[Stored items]
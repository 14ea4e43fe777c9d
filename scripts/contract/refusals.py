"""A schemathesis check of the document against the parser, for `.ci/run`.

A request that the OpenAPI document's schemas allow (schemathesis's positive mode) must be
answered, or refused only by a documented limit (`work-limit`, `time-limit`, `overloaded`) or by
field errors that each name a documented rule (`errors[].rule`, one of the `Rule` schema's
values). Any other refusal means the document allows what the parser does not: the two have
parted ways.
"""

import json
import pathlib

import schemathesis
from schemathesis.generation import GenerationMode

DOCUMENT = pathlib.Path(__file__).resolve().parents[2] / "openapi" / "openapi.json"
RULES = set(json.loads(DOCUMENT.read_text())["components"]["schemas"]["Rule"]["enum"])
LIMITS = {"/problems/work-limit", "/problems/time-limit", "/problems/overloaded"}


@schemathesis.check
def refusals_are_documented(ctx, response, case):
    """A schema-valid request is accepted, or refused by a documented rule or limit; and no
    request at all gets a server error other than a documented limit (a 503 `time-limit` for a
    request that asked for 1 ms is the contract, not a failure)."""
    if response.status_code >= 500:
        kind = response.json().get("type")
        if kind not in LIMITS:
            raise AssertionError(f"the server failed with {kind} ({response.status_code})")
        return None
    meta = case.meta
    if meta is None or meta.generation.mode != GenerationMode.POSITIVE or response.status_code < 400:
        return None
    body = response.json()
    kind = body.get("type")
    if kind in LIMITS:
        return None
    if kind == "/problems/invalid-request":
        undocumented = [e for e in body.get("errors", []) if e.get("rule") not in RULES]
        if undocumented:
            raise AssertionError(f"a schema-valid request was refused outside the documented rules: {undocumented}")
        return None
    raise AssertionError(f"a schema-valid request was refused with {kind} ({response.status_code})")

==

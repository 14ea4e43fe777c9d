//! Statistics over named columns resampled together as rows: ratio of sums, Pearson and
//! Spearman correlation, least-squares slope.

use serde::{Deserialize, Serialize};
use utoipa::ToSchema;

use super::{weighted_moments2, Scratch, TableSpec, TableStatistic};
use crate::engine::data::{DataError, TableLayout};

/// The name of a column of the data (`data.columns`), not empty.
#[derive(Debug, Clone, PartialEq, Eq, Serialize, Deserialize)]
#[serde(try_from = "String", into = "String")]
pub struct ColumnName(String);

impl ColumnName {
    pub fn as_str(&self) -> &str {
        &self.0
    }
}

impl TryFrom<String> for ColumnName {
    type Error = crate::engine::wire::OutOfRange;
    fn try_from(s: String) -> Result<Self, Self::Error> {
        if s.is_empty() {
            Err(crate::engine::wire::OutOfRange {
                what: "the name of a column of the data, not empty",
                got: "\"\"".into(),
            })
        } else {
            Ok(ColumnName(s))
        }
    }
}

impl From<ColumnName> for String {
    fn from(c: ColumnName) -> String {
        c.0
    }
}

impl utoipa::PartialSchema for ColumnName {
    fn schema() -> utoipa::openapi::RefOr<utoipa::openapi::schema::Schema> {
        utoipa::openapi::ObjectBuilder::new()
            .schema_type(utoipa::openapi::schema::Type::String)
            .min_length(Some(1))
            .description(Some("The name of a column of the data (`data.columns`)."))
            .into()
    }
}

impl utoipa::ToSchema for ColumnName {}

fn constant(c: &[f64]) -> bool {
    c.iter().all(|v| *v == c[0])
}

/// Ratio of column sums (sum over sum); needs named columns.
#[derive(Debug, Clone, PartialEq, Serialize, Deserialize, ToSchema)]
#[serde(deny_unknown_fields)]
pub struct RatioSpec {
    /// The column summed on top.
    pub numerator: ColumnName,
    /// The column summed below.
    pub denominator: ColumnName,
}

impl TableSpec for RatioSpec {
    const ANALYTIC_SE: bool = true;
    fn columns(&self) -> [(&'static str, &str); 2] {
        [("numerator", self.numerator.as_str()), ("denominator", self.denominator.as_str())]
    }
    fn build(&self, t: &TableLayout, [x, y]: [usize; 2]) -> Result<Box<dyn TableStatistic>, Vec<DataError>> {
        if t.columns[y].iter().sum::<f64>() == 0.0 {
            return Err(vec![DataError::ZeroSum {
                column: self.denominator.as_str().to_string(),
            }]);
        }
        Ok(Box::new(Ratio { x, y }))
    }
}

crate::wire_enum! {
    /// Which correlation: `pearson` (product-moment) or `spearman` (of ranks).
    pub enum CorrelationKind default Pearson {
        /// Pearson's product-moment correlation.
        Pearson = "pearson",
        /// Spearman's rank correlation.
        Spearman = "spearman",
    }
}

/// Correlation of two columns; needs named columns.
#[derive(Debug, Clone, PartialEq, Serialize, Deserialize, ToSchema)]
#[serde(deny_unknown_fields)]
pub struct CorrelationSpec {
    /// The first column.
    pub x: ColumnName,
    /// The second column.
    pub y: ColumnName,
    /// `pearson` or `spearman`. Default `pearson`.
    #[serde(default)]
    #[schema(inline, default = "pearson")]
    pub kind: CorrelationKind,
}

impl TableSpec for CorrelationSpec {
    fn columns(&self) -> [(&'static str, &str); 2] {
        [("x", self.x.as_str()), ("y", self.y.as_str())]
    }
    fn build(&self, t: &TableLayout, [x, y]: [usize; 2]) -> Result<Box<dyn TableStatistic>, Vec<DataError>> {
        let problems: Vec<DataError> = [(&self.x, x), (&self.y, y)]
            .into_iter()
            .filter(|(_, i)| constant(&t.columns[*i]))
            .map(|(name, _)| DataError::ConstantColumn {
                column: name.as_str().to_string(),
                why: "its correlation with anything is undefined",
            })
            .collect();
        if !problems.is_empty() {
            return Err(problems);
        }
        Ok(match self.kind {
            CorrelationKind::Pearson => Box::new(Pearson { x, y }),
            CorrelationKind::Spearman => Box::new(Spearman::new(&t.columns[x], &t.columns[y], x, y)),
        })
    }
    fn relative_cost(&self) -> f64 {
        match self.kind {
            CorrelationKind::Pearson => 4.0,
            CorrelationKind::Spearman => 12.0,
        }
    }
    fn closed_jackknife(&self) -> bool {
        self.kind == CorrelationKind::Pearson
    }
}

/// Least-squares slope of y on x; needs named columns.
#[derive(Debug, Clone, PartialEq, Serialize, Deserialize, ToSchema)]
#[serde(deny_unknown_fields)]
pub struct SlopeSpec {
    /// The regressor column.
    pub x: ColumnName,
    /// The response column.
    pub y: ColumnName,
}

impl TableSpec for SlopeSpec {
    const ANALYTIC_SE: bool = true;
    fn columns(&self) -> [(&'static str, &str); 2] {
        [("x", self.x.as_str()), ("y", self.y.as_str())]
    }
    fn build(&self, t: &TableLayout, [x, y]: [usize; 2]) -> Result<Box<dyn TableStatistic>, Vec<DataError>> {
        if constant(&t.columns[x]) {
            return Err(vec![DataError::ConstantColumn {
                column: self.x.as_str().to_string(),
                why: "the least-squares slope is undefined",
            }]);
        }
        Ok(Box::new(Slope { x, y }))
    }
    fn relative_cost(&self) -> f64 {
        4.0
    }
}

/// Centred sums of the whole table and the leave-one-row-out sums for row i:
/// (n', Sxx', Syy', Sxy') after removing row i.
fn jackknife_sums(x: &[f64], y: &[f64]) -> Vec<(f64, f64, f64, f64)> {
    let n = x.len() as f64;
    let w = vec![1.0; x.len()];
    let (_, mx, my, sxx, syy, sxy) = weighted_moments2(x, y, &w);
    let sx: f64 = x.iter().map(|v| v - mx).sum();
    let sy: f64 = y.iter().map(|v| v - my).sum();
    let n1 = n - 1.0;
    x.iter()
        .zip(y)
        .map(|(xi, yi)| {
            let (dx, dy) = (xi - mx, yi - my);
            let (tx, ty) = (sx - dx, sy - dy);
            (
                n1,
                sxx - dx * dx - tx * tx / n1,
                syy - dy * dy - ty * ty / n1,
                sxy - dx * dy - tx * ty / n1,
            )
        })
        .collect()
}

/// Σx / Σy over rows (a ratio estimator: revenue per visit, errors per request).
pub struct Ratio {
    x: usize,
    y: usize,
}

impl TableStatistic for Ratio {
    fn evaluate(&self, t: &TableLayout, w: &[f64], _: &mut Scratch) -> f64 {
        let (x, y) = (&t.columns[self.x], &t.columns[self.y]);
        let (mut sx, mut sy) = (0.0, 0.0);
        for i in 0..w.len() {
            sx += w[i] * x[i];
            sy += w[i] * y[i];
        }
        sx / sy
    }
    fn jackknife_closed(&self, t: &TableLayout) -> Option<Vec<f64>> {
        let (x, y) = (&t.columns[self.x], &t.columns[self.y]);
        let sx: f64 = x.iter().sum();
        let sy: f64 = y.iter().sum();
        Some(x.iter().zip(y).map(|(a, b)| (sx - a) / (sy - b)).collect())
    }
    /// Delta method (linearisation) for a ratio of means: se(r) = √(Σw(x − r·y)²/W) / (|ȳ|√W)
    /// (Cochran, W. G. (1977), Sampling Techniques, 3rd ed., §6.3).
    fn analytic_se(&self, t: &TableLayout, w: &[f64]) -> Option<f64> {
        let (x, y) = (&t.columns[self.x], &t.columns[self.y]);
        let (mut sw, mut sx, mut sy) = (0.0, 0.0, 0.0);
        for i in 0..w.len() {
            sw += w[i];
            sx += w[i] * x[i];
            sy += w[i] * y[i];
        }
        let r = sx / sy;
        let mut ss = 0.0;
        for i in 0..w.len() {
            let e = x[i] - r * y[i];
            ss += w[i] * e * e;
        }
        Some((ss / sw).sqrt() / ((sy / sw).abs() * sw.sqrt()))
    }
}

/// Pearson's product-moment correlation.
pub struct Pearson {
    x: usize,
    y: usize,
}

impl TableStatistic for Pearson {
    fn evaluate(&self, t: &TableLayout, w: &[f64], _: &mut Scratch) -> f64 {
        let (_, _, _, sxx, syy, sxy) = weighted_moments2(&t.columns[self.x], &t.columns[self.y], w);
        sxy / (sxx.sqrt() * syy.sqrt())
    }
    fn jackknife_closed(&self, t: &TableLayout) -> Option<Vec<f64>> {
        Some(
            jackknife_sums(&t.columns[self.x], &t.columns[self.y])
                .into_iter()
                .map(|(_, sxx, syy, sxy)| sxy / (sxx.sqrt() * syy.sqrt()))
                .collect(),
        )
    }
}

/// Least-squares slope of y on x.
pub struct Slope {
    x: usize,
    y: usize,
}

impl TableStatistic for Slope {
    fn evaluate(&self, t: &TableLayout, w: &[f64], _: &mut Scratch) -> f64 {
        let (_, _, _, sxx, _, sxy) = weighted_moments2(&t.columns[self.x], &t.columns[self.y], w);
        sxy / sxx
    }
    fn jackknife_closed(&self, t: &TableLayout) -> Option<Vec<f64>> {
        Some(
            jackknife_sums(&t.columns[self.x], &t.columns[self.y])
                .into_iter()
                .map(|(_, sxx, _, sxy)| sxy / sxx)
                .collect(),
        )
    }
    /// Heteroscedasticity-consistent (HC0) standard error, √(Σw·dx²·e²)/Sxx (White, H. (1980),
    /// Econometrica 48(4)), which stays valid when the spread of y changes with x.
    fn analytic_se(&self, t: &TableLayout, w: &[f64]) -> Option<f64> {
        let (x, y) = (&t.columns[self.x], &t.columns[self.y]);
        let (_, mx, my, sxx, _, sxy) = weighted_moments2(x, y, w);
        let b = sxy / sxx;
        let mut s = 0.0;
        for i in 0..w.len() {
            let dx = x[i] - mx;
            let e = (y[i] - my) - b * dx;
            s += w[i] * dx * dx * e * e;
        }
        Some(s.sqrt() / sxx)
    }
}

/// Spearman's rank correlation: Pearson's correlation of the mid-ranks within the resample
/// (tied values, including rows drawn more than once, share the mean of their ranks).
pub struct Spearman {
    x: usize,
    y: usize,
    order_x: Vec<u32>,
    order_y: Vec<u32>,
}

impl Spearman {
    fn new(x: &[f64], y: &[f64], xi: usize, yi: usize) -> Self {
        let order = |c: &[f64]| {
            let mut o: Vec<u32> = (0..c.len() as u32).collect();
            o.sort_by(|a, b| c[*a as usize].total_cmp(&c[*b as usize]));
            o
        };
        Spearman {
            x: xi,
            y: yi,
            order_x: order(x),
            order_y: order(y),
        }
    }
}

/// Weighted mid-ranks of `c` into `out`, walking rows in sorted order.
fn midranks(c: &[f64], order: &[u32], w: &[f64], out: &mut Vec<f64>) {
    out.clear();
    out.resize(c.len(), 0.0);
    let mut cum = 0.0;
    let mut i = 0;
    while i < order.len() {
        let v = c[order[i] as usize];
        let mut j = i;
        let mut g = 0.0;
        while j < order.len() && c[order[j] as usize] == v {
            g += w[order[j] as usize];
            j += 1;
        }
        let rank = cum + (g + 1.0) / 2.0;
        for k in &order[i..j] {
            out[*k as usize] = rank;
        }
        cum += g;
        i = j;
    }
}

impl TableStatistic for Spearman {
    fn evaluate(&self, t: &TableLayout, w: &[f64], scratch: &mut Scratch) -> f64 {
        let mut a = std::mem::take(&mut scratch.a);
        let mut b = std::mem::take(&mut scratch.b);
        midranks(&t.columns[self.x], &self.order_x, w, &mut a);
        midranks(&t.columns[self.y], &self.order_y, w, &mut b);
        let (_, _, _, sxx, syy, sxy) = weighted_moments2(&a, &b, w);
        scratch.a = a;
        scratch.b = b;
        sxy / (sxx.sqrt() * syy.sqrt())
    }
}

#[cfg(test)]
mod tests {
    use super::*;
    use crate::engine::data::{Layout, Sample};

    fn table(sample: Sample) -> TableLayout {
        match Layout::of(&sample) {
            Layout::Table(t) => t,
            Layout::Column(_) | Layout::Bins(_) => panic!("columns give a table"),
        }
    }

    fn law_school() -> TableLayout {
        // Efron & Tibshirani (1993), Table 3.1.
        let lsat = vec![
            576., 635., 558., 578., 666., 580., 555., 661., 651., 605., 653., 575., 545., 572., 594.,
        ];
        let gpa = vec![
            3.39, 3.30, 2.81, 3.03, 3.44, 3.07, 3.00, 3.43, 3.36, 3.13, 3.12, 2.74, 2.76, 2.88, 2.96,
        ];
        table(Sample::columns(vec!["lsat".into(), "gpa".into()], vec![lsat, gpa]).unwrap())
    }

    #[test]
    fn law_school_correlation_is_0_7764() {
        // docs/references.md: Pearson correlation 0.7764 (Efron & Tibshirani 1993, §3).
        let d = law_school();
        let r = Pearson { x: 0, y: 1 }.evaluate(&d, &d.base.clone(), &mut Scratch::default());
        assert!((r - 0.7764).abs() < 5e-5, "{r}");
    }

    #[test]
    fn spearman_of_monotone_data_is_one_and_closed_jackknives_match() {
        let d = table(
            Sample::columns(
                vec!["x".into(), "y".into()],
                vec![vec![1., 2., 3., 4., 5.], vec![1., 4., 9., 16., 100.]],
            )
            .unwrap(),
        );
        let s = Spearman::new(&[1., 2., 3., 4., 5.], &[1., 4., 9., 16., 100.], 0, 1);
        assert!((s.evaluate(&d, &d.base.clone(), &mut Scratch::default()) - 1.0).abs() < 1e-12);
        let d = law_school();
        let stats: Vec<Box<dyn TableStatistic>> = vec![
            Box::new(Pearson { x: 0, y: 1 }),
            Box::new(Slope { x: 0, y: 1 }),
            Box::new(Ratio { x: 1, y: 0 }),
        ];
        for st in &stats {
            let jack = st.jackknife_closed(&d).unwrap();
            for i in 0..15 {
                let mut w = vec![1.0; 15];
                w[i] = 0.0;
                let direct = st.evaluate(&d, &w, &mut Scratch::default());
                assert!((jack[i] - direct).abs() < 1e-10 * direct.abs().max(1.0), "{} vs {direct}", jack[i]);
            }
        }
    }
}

▸ **Try it**
If a line in the records above holds the string "rows", copy it out.

▸ **Exercise output**
//! Statistics over named columns resampled together as rows: ratio of sums, Pearson and
/// Σx / Σy over rows (a ratio estimator: revenue per visit, errors per request).
/// (tied values, including rows drawn more than once, share the mean of their ranks).
/// Weighted mid-ranks of `c` into `out`, walking rows in sorted order.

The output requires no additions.